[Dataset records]
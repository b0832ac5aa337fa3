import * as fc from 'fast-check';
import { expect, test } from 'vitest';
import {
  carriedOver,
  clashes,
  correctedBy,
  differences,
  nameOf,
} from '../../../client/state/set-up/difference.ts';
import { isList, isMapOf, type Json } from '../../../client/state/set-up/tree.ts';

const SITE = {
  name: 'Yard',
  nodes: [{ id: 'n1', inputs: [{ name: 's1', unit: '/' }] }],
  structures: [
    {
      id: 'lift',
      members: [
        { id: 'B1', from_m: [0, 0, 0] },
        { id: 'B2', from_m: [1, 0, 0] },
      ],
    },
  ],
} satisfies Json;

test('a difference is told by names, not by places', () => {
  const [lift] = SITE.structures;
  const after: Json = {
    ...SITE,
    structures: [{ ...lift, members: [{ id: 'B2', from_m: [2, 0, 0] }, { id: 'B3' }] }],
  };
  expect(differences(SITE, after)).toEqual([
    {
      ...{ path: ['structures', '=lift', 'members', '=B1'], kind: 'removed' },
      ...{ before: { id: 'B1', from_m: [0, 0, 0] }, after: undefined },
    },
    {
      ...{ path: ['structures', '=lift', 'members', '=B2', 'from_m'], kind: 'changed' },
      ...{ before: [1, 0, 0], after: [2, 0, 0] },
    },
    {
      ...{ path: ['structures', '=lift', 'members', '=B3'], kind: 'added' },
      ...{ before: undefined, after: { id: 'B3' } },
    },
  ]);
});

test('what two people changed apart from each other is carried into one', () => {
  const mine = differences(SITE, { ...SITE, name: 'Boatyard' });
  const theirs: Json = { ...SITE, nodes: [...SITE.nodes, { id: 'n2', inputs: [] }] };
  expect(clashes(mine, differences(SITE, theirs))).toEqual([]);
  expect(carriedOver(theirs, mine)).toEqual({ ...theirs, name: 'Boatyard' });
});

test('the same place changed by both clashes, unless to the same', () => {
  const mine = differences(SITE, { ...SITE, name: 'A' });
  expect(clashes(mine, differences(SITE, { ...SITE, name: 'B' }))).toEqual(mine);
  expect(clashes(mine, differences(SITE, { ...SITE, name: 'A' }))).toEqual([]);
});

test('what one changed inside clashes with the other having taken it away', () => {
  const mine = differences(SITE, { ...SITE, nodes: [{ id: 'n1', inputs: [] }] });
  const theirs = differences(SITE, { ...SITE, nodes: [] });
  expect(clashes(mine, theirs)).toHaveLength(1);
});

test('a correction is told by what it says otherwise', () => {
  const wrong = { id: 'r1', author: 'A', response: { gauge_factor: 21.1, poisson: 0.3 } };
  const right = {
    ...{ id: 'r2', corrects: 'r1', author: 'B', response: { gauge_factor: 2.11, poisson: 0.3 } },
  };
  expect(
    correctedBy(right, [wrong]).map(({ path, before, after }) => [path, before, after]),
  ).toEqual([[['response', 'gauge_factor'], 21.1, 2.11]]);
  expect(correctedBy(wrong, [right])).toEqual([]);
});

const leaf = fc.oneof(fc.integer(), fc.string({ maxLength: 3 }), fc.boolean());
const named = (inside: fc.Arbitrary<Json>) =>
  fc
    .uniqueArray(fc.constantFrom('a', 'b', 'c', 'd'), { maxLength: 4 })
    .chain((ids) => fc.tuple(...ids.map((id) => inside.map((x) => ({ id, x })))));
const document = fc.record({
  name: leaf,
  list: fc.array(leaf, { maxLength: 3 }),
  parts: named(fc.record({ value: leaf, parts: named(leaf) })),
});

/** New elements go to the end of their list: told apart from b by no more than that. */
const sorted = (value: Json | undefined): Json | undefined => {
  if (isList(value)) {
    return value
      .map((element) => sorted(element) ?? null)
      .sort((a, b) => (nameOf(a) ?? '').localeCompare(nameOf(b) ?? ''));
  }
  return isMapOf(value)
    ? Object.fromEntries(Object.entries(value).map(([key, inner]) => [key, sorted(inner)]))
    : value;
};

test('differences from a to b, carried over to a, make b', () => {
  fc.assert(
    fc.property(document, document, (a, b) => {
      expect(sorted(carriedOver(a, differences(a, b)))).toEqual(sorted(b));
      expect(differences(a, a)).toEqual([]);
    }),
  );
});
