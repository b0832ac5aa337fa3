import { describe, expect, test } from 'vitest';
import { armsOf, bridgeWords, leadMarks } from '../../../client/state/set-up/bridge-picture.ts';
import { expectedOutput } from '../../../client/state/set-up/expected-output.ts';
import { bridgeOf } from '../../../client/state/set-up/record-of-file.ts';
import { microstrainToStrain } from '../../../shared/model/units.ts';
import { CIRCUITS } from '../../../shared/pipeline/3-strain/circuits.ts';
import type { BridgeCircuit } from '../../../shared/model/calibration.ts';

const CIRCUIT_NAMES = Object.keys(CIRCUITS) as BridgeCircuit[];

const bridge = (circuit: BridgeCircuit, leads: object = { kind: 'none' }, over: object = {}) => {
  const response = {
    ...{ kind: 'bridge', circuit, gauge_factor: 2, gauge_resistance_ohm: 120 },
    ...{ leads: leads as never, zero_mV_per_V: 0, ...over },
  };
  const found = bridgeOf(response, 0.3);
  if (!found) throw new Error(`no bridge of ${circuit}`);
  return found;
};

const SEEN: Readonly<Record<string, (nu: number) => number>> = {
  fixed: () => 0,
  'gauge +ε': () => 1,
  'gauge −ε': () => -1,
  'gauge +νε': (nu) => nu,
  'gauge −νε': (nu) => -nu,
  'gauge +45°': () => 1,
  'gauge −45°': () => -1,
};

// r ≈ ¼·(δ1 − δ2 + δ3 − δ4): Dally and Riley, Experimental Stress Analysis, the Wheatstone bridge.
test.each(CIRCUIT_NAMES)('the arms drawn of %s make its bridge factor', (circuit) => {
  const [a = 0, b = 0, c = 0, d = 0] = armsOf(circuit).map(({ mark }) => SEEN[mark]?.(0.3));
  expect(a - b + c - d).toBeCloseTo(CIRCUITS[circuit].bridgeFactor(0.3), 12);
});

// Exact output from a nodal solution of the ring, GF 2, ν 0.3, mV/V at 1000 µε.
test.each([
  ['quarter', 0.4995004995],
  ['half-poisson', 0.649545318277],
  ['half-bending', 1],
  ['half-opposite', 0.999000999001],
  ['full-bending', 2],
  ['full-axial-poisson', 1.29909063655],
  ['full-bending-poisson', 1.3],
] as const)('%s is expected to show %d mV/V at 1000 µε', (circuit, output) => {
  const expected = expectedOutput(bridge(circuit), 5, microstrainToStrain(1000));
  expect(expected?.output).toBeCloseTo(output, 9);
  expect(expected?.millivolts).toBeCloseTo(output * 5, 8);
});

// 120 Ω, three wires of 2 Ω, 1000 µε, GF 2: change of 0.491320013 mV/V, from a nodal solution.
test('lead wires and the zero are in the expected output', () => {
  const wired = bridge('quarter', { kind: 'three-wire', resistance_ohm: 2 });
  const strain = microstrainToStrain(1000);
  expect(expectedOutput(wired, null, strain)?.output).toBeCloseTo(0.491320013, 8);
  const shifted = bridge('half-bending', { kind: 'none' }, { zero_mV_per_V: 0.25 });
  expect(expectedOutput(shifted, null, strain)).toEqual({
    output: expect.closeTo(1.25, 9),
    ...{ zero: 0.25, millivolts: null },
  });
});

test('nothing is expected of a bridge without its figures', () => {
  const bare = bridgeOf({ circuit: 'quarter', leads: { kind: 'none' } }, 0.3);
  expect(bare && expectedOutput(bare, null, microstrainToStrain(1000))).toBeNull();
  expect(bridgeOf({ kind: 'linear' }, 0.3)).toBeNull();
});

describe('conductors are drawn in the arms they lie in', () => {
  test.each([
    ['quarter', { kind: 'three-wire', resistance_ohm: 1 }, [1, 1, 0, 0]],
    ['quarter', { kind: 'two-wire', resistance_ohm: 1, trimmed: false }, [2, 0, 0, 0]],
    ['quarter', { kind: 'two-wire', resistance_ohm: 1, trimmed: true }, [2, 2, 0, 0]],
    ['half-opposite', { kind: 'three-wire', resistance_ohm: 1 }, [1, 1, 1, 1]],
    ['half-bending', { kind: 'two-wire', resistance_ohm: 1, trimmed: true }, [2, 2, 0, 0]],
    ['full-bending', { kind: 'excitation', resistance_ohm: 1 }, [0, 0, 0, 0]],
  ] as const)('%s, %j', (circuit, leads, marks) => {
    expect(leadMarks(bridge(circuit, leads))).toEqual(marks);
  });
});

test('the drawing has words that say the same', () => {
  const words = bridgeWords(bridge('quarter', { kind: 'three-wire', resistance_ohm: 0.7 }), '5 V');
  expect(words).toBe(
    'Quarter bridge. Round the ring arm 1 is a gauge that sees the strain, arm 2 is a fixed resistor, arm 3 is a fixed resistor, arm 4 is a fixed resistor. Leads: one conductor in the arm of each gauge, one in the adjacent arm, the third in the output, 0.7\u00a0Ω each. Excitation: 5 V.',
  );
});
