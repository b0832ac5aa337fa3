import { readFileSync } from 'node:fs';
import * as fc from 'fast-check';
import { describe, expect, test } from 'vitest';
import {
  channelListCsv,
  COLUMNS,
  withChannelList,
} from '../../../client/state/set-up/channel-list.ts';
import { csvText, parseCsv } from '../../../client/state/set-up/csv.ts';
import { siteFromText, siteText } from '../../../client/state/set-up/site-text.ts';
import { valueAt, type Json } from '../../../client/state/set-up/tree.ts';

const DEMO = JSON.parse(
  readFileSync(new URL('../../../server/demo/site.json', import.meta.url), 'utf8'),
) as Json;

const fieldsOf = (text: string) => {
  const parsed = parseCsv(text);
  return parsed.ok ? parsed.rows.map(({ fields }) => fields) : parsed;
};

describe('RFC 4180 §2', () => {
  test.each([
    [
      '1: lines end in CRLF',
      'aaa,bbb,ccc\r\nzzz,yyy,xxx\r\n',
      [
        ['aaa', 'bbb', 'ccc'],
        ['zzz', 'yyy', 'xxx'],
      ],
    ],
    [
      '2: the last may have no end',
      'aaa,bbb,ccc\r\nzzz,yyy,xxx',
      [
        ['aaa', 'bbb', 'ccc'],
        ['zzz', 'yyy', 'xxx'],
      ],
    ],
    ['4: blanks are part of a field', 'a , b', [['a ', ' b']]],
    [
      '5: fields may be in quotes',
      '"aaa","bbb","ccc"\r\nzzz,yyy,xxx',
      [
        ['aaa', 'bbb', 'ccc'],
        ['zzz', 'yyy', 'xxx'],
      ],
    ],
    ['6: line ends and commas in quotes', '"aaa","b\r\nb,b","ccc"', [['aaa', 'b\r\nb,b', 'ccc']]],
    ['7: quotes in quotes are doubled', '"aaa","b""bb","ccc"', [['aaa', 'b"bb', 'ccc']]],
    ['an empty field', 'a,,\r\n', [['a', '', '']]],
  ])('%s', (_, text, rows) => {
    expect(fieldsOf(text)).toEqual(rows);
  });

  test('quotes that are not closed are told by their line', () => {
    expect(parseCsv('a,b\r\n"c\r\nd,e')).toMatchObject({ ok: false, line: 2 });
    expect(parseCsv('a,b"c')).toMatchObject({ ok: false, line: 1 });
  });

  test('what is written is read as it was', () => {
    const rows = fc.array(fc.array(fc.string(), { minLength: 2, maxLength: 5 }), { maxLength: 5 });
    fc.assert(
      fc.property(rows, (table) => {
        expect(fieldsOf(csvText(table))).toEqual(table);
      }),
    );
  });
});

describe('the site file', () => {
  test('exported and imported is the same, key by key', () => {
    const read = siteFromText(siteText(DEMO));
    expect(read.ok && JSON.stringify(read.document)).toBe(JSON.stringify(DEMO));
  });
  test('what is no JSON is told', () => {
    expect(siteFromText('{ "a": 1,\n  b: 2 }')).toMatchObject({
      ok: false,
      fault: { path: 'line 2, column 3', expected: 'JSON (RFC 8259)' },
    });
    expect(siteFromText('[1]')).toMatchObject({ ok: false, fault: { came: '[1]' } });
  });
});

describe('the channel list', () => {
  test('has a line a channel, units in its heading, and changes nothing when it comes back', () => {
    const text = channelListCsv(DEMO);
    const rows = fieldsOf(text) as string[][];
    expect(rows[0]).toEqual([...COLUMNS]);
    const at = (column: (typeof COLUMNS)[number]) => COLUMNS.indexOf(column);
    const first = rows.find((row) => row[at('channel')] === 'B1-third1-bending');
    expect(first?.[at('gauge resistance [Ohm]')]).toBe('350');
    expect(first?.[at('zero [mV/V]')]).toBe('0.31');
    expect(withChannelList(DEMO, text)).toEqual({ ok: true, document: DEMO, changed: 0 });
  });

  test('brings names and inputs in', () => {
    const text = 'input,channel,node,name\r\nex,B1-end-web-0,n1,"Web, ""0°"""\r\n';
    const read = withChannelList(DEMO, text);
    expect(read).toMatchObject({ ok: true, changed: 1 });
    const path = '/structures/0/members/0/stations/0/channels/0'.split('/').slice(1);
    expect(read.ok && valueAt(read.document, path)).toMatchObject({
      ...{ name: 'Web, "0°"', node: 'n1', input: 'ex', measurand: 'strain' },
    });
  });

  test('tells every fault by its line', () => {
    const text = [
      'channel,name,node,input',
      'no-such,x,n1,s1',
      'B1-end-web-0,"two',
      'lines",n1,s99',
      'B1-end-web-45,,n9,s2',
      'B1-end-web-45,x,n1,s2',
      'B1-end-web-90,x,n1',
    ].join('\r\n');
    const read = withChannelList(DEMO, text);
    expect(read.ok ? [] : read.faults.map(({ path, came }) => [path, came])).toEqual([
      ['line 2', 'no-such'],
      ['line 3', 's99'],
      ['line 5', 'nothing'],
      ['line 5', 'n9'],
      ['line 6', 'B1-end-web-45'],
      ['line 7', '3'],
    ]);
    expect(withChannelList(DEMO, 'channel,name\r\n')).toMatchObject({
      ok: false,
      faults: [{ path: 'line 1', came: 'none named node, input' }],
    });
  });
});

* * *

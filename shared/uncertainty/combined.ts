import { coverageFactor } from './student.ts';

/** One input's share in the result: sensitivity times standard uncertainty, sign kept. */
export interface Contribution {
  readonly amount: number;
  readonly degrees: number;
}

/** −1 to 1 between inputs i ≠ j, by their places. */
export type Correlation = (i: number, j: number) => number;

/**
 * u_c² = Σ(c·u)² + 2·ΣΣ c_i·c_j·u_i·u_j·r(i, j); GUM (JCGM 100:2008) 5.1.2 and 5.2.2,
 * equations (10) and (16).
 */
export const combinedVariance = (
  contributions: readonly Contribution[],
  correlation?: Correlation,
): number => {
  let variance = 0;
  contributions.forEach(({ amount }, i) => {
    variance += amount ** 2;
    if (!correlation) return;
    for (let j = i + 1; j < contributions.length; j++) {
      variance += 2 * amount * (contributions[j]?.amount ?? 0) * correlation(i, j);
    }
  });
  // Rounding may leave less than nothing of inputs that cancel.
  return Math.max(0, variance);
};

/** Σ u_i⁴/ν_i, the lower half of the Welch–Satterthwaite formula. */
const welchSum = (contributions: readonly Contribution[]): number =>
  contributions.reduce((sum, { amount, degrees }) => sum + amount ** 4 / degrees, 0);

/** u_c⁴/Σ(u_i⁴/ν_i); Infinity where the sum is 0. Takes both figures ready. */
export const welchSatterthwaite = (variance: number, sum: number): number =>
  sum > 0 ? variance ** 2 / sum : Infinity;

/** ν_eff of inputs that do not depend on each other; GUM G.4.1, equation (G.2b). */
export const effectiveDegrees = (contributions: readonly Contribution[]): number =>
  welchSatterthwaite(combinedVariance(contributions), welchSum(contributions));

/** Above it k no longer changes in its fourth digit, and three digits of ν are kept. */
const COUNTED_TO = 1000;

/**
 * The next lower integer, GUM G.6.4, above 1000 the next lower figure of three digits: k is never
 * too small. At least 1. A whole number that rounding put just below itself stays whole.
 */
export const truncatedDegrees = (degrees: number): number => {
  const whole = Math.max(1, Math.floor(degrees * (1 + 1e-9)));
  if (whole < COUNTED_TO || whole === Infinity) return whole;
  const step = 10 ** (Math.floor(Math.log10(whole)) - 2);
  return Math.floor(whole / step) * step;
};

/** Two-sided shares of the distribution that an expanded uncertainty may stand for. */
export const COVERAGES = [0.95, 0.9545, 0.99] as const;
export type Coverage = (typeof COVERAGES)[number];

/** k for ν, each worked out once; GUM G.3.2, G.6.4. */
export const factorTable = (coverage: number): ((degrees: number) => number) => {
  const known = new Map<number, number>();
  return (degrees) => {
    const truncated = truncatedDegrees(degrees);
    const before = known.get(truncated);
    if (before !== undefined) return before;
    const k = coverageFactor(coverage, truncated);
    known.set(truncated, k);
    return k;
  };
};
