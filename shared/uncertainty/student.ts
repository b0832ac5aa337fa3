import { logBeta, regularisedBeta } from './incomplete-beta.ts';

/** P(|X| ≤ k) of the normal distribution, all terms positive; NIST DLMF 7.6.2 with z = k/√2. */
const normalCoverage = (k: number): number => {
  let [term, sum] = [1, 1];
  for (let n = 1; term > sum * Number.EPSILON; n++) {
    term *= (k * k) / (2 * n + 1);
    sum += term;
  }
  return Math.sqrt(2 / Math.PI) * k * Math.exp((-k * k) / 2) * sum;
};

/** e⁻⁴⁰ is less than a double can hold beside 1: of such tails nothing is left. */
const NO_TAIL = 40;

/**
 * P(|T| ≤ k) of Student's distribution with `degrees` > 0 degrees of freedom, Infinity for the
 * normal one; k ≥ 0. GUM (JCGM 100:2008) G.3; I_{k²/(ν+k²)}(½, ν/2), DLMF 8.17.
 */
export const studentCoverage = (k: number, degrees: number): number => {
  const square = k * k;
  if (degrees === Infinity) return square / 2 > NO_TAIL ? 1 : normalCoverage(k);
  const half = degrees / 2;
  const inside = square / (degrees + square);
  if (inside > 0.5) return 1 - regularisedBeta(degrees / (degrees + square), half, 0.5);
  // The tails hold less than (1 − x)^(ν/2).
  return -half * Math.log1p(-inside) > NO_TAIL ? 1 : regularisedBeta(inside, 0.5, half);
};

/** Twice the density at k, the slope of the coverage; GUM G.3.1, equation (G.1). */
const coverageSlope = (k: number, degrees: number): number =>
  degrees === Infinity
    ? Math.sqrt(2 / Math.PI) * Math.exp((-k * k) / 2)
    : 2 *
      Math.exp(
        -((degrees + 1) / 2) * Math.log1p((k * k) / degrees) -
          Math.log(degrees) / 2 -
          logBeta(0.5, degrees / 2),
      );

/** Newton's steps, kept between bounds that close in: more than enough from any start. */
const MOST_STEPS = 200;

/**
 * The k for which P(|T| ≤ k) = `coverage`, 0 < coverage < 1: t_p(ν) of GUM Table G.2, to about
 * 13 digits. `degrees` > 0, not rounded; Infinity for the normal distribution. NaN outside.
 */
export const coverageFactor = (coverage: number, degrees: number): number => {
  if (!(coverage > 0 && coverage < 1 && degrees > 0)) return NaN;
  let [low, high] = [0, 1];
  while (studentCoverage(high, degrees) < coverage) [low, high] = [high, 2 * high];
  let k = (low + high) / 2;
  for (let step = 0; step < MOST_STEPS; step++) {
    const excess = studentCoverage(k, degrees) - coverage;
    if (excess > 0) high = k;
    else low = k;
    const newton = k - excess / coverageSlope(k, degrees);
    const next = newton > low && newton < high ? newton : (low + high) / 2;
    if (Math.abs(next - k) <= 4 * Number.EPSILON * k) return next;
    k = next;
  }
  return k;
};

▶ **Problem requirements**
Among the entries above, some lines may hold the string "bridgeOf". State how many, and give nothing but the number.

▶ **Your response**
4